* **EXERCISE INSTRUCTIONS**: Wherever the string "invalid" appears in the listing, copy that line.

* **DATASET EXCERPTS**:
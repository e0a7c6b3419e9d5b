#include <fmt/format.h>

#include <algorithm>
#include <cmath>
#include <sstream>

#include "render_parts.hpp"
#include "zeotrope/apply/figures.hpp"
#include "zeotrope/apply/pt_chart.hpp"

namespace zeotrope::apply {

namespace {

using namespace parts;

// The sheet is what A4 and letter have in common inside margins of 10 mm. Heights of text are estimated by wrapping it
// with the widths of Helvetica; the rows of the chart stretch and shrink with what is left, which takes up the error.
constexpr double sheet_width = 190, sheet_height = 257;  // mm
constexpr double column_gap = 5;                         // mm, of text and of blocks
constexpr double column_width = (sheet_width - column_gap) / 2;
constexpr double boxes_width = 68, left_width = sheet_width - boxes_width - 4;  // mm, of the header
constexpr double mm_per_point = 25.4 / 72;
constexpr double small_print = 8;                          // points: nothing is smaller
constexpr double least_figures = 9, largest_figures = 22;  // points
constexpr double narrow_figures = 8;                       // points: where one block must hold very many columns
constexpr double line_spacing = 1.2;
constexpr double digit = 0.575;       // em; 0.556 in Helvetica, with some room for other faces
constexpr double row_spacing = 1.25;  // of a row to its figures
constexpr double least_chart = 45;    // mm
constexpr std::size_t most_blocks = 6;

std::string escaped(std::string_view text) {
  std::string out;
  for (const char c : text) {
    switch (c) {
      case '&':
        out += "&amp;";
        break;
      case '<':
        out += "&lt;";
        break;
      case '>':
        out += "&gt;";
        break;
      case '"':
        out += "&quot;";
        break;
      case '\'':
        out += "&#39;";
        break;
      default:
        out += c;
    }
  }
  return out;
}

/// Text of a paragraph: designations and figures with their unit are not broken at the end of a line.
std::string running(const std::string& text) {
  std::string out;
  std::istringstream words(text);
  for (std::string word; words >> word;) {
    const bool designation = word.find("R-") != std::string::npos,
               unit = word.starts_with("\u00b0") || word == "K" || word == "kPa" || word == "MPa" || word.starts_with("K.");
    if (!out.empty()) out += unit ? "&nbsp;" : " ";
    out += designation ? "<span class=\"whole\">" + escaped(word) + "</span>" : escaped(word);
  }
  return out;
}

/// A minus sign as wide as a digit, for figures; hyphens of names stay.
std::string figure_html(const Cell& cell) {
  if (cell.figure == "-") return "&ndash;";
  if (cell.figure.starts_with('-')) return "&minus;" + escaped(cell.figure.substr(1));
  return escaped(cell.figure);
}

/// Advance width in em of Helvetica and the faces made to its measure; other characters count as wide ones.
double advance(char c) {
  // from ' ' on, in 1/1000 em
  static constexpr int widths[] = {278, 278, 355, 556, 556, 889, 667, 191, 333,  333, 389, 584, 278, 333, 278, 278, 556, 556, 556, 556, 556, 556, 556, 556,
                                   556, 556, 278, 278, 584, 584, 584, 556, 1015, 667, 667, 722, 722, 667, 611, 778, 722, 278, 500, 667, 556, 833, 722, 778,
                                   667, 778, 722, 667, 611, 722, 667, 944, 667,  667, 611, 278, 278, 278, 469, 556, 333, 556, 556, 500, 556, 556, 278, 556,
                                   556, 222, 222, 500, 222, 833, 556, 556, 556,  556, 333, 500, 278, 556, 500, 722, 500, 500, 500, 334, 260, 334, 584};
  const auto byte = static_cast<unsigned char>(c);
  if ((byte & 0xC0U) == 0x80U) return 0;  // continues a character of UTF-8
  if (byte < 32 || byte > 126) return 0.8;
  return widths[byte - 32] / 1000.0;
}

double text_width(std::string_view text, double points) {
  double ems = 0;
  for (const char c : text) ems += advance(c);
  return ems * points * mm_per_point;
}

constexpr double bold = 1.06;  // width of bold text to that of plain

/// Lines that a text takes, wrapped at blanks.
int line_count(const std::string& text, double points, double width, double weight = 1) {
  int lines = 1;
  double used = 0;
  std::istringstream words(text);
  for (std::string word; words >> word;) {
    const double w = text_width(word, points) * weight, blank = text_width(" ", points) * weight;
    if (used > 0 && used + blank + w > width) {
      ++lines;
      used = 0;
    }
    used += (used > 0 ? blank : 0) + w;
    if (used > width) lines += static_cast<int>(used / width);
  }
  return lines;
}

double line_height(double points) { return points * mm_per_point * line_spacing; }

// --- which rows, and how they are laid out ---

struct Layout {
  Rows rows;
  int every = 1;          ///< of the chart's rows
  std::size_t units = 1;  ///< pressure units that fit
  std::size_t blocks = 1, rows_per_block = 1;
  double points = 0;  ///< size of the figures
  double width = 0;   ///< of a block, mm
};

/// Every n-th row, on multiples of the coarser step where the rows lie on multiples of the finer one.
Rows thinned(const PtChart& chart, int every) {
  Rows rows;
  const double step = chart.options.step.value_or(1);
  const auto place = [&](const ChartRow& r) { return r.argument / step; };
  const bool on_multiples = !chart.rows.empty() && std::abs(place(chart.rows.front()) - std::round(place(chart.rows.front()))) < 1e-6;
  for (std::size_t i = 0; i < chart.rows.size(); ++i) {
    const auto index = on_multiples ? std::llround(place(chart.rows[i])) : static_cast<long long>(i);
    if (index % every == 0) rows.push_back(&chart.rows[i]);
  }
  return rows;
}

/// Of the rows without a figure at either end one stays, as the sign that the chart ends there.
Rows trimmed(Rows rows) {
  const auto empty = [](const ChartRow* r) { return !r->blank.empty(); };
  while (rows.size() > 1 && empty(rows[0]) && empty(rows[1])) rows.erase(rows.begin());
  while (rows.size() > 1 && empty(rows[rows.size() - 1]) && empty(rows[rows.size() - 2])) rows.pop_back();
  return rows;
}

/// Head of a column: the argument's by its letter only, for the line above the chart names it.
std::string head_title(const Column& c, const PtChart& chart) {
  if (c.kind != Column::Kind::argument) return c.title;
  return chart.options.by == ChartOptions::By::temperature ? "T" : "p";
}

double head_width(const Column& c, const PtChart& chart) {
  return std::max({text_width(head_title(c, chart), small_print) * bold, text_width(c.phase, small_print) * bold, text_width(c.unit, small_print)}) + 1.5;
}

/// Width that a block needs at a size of figures, mm.
double block_width(const PtChart& chart, const std::vector<Column>& columns, const Rows& rows, double points) {
  double width = 0;
  for (std::size_t i = 0; i < columns.size(); ++i) {
    std::size_t longest = 1;
    for (const auto* r : rows) longest = std::max(longest, length(columns[i].cell(*r).figure));
    const double ems = static_cast<double>(longest) * digit + (i == 0 ? 1.4 : 0.7);
    width += std::max(ems * points * mm_per_point, head_width(columns[i], chart));
  }
  return width;
}

double head_height() { return 3 * small_print * mm_per_point * line_spacing + 1.5; }

/// Largest figures with which the rows fit into the height; 0 points where none of at least `least` do.
Layout fitted(const PtChart& chart, Rows rows, std::size_t units, double height, double least) {
  Layout best;
  best.rows = std::move(rows);
  best.units = units;
  if (best.rows.empty()) return best;
  const auto shown = columns(chart, best.rows, units);
  for (double points = largest_figures; points >= least - 1e-9 && best.points == 0; points -= 0.5) {
    const double width = block_width(chart, shown, best.rows, points);
    const double high = (height - head_height()) / (points * mm_per_point * row_spacing);
    const auto abreast = static_cast<std::size_t>(std::max(0.0, std::floor((sheet_width + column_gap) / (width + column_gap))));
    if (abreast == 0 || high < 1) continue;
    const auto n = (best.rows.size() + static_cast<std::size_t>(high) - 1) / static_cast<std::size_t>(high);
    if (n > std::min(abreast, most_blocks)) continue;
    best.points = points;
    best.blocks = n;
    best.rows_per_block = (best.rows.size() + n - 1) / n;
    // blocks that are much wider than they need part the figures from their arguments
    best.width = std::min((sheet_width - column_gap * static_cast<double>(n - 1)) / static_cast<double>(n), 1.6 * width);
  }
  return best;
}

Layout lay_out(const PtChart& chart, double height) {
  static constexpr int steps[] = {1, 2, 5, 10, 20, 50, 100, 200, 500, 1000, 2000, 5000, 10000, 20000};
  height = std::max(height, least_chart);
  const auto fewest = std::min<std::size_t>(10, chart.rows.size());
  // a pressure unit more is worth less than rows: thin down to a few rows, then small figures, then fewer units
  for (std::size_t units = chart.options.pressure_units.size(); units > 0; --units)
    for (const double least : {least_figures, narrow_figures})
      for (const int every : steps) {
        auto rows = trimmed(thinned(chart, every));
        if (every > 1 && rows.size() < fewest) break;
        auto layout = fitted(chart, std::move(rows), units, height, least);
        if (layout.points == 0) continue;
        layout.every = every;
        return layout;
      }
  for (const int every : steps) {
    auto layout = fitted(chart, trimmed(thinned(chart, every)), 1, height, narrow_figures);
    layout.every = every;
    if (layout.points > 0) return layout;
  }
  throw BadInput(fmt::format("chart of {}: its figures do not fit on one sheet", chart.identity.name));
}

// --- texts ---

struct Notes {
  std::vector<std::string> lines;
  std::string estimated;
};

/// Pairs by kind: named while they are few or weak, else counted.
std::string pair_kinds(const Identification& id) {
  constexpr std::size_t most_named = 6;
  std::string text;
  for (const auto kind : {data::PairKind::published, data::PairKind::fitted, data::PairKind::fitted_weak}) {
    std::vector<std::string> names;
    for (const auto& p : id.pairs)
      if (p.kind == kind) names.push_back(p.first + " / " + p.second);
    if (names.empty()) continue;
    const bool named = id.pairs.size() <= most_named || (kind == data::PairKind::fitted_weak && names.size() <= most_named);
    text += fmt::format("{}{}: {}", text.empty() ? "" : "; ", in_words(kind),
                        named ? fmt::format("{}", fmt::join(names, ", ")) : fmt::format("{} pairs", names.size()));
  }
  if (!estimated_words(id, false).empty()) text += text.empty() ? "all estimated, see the box" : "; the others estimated, see the box";
  return text;
}

std::string sources(const Identification& id) {
  std::string text = "Sources of the equations: ";
  for (std::size_t i = 0; i < id.parts.size(); ++i) text += fmt::format("{}{}: {}", i ? "; " : "", id.parts[i].designation, id.parts[i].equation);
  return text + (id.pairs.empty() ? "." : ". Mixing of the pairs: " + pair_kinds(id) + ".");
}

/// A new blend bears its composition as its name; it need not stand there twice.
std::string made_of(const Identification& id) {
  const auto words = composition_words(id);
  return !id.designated && words.starts_with(id.name) ? "New blend, composition as named, without tolerances" : words;
}

std::string printed_step(const PtChart& chart, const Layout& layout) {
  const auto& o = chart.options;
  const auto unit = o.by == ChartOptions::By::temperature ? difference_label(o.temperature_unit) : std::string(units::unit(o.pressure_units.front()).label);
  const double step = o.step.value_or(1);
  if (layout.every == 1) return fmt::format("Printed in steps of {} {}.", argument_figure(step), unit);
  return fmt::format("Printed in steps of {} {}: every {}{} row of the chart in steps of {} {}.", argument_figure(step * layout.every), unit, layout.every,
                     layout.every == 2 ? "nd" : "th", argument_figure(step), unit);
}

/// "AR4" for "IPCC AR4", "EU" for the regulation: the boxes are narrow, gwp_note() has the names in full.
std::string short_report(const std::string& report) {
  if (report.starts_with("IPCC ")) return report.substr(5);
  return report.find("(EU)") != std::string::npos ? "EU" : report;
}

bool counts_below_one(const GwpWords& g) { return g.note.starts_with("the sum"); }

std::string gwp_note(const Identification& id) {
  std::string reports, marked;
  for (const auto& g : gwp_words(id)) {
    reports += (reports.empty() ? "" : ", ") + (short_report(g.report) == "EU" ? g.report + " (EU)" : g.report);
    if (counts_below_one(g)) marked = " * " + g.note + ".";
  }
  return fmt::format("GWP over 100 years: {}. ODP: Montreal Protocol.{}", reports, marked);
}
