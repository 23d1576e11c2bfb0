import { flushPromises } from '@vue/test-utils';
import { afterEach, describe, expect, it, vi } from 'vitest';

import type { Account } from '#shared/contracts/account.ts';
import SignInPage from '#src/pages/account/SignInPage.vue';
import { byRole, fieldNamed, textOf, typeInto } from '#tests/support/by-role.ts';
import { anId } from '#tests/support/builders.ts';
import { type FakeAnswer, aProblem, fakeApi } from '#tests/support/fake-api.ts';
import { mountPage } from '#tests/support/mount-app.ts';

const ACCOUNT: Account = { id: anId(1), email: 'developer@example.test', name: 'Developer', teams: [] };

let unmount = () => {};
afterEach(() => {
  unmount();
  vi.unstubAllGlobals();
});

async function signInWith(answer: FakeAnswer, returnTo: string | null = null) {
  const sent = fakeApi(() => answer);
  const mounted = await mountPage({ page: SignInPage, props: { returnTo } });
  unmount = mounted.unmount;
  typeInto(fieldNamed(document.body, 'E-mail'), ' developer@example.test ');
  typeInto(fieldNamed(document.body, 'Password'), ' with spaces kept ');
  byRole(document.body, 'button', 'Sign in').click();
  await flushPromises();
  return { sent, router: mounted.router };
}

describe('signing in', () => {
  it('sends the address trimmed and the password as it is, and goes to the start page', async () => {
    const { sent, router } = await signInWith({ status: 200, body: ACCOUNT });
    expect(sent[0]).toMatchObject({
      method: 'POST',
      path: '/auth/sign-in',
      body: { email: 'developer@example.test', password: ' with spaces kept ' },
    });
    expect(router.currentRoute.value.name).toBe('home');
  });

  it('goes back to where the person wanted to go', async () => {
    const { router } = await signInWith({ status: 200, body: ACCOUNT }, '/account?x=1');
    expect(router.currentRoute.value.fullPath).toBe('/account?x=1');
  });

  it('says that it was refused, in words that name neither of the two', async () => {
    const detail = 'The e-mail address or the password is not right.';
    const { router } = await signInWith(aProblem('wrong-credentials', 401, { detail }));
    expect(textOf(byRole(document.body, 'alert'))).toContain(detail);
    expect(router.currentRoute.value.path).toBe('/page');
  });

  it('marks the field that the server names', async () => {
    const errors = [{ pointer: '#/email', code: 'format', detail: 'email must be an e-mail address.' }];
    await signInWith(aProblem('invalid-fields', 422, { errors }));
    expect(fieldNamed(document.body, 'E-mail').getAttribute('aria-invalid')).toBe('true');
    expect(fieldNamed(document.body, 'Password').getAttribute('aria-invalid')).not.toBe('true');
    expect(textOf(document.body)).toContain('email must be an e-mail address.');
  });

  it('shows an error about something that is no field of the form above the form', async () => {
    const errors = [{ pointer: '#/device', code: 'x', detail: 'The device is unknown.' }];
    await signInWith(aProblem('invalid-fields', 422, { errors, detail: 'The device is unknown.' }));
    expect(textOf(byRole(document.body, 'alert'))).toContain('The device is unknown.');
  });

  it('tells when no answer came', async () => {
    await signInWith('no network');
    expect(textOf(byRole(document.body, 'alert'))).toContain('No answer from the server');
  });
});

* **ANSWER BOX**:
    await signInWith(aProblem('invalid-fields', 422, { errors }));
    expect(fieldNamed(document.body, 'E-mail').getAttribute('aria-invalid')).toBe('true');
    expect(fieldNamed(document.body, 'Password').getAttribute('aria-invalid')).not.toBe('true');
    await signInWith(aProblem('invalid-fields', 422, { errors, detail: 'The device is unknown.' }));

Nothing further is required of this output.